What the task requires
Pull out of the data below the stretch of lines bounded by the one containing "folder with other" and the one containing "if (!replaceResult) throw", both bounds included, unchanged.

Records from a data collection
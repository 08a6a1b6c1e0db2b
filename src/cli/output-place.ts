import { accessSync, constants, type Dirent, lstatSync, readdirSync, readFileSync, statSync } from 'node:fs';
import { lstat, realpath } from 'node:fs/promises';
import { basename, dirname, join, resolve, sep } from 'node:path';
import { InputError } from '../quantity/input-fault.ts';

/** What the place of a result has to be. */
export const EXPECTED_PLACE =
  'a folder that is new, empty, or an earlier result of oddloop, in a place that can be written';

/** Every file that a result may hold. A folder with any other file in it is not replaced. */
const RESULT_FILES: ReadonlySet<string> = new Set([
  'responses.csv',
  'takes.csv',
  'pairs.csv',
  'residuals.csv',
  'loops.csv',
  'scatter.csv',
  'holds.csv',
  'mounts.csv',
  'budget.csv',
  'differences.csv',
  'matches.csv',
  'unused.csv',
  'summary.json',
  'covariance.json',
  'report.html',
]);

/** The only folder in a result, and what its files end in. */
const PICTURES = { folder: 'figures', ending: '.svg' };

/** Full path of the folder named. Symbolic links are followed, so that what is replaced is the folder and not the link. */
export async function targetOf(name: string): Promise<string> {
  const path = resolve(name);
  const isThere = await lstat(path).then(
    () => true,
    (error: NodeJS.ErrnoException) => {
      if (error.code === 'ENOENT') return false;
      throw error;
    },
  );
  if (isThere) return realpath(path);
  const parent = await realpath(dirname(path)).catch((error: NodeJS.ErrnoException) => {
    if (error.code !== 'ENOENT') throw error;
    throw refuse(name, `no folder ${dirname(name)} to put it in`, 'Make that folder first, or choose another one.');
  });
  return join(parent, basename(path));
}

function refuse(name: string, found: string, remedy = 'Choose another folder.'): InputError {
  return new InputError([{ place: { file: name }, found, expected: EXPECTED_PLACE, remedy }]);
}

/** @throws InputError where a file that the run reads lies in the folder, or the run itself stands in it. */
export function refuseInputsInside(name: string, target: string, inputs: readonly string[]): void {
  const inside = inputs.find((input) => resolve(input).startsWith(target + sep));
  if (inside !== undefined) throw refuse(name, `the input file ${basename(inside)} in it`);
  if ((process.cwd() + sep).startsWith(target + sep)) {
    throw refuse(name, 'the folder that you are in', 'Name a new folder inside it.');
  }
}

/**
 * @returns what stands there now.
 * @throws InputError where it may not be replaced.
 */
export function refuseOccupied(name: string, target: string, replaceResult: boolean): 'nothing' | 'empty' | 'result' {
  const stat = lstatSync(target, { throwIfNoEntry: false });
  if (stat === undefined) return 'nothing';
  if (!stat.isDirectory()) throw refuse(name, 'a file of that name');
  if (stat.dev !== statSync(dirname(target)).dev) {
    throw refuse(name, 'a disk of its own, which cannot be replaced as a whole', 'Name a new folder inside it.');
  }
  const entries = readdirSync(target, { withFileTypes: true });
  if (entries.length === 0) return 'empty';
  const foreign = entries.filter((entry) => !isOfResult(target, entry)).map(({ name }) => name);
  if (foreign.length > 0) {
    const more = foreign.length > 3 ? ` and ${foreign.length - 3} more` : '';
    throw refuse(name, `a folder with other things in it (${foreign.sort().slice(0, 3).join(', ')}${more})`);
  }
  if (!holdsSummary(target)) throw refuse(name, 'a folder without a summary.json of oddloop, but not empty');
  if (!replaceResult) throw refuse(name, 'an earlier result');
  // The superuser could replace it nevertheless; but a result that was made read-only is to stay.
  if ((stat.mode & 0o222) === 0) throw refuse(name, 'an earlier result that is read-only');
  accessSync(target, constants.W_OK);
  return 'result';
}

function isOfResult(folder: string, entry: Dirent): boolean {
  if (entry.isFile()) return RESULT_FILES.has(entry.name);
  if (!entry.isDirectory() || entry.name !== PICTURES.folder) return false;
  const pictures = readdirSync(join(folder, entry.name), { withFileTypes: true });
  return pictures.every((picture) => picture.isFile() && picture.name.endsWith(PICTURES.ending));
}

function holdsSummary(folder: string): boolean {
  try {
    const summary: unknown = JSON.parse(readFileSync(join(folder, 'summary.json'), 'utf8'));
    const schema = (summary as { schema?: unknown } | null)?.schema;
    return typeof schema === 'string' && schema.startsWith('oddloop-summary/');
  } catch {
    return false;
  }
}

Response
    throw refuse(name, `a folder with other things in it (${foreign.sort().slice(0, 3).join(', ')}${more})`);
  }
  if (!holdsSummary(target)) throw refuse(name, 'a folder without a summary.json of oddloop, but not empty');
  if (!replaceResult) throw refuse(name, 'an earlier result');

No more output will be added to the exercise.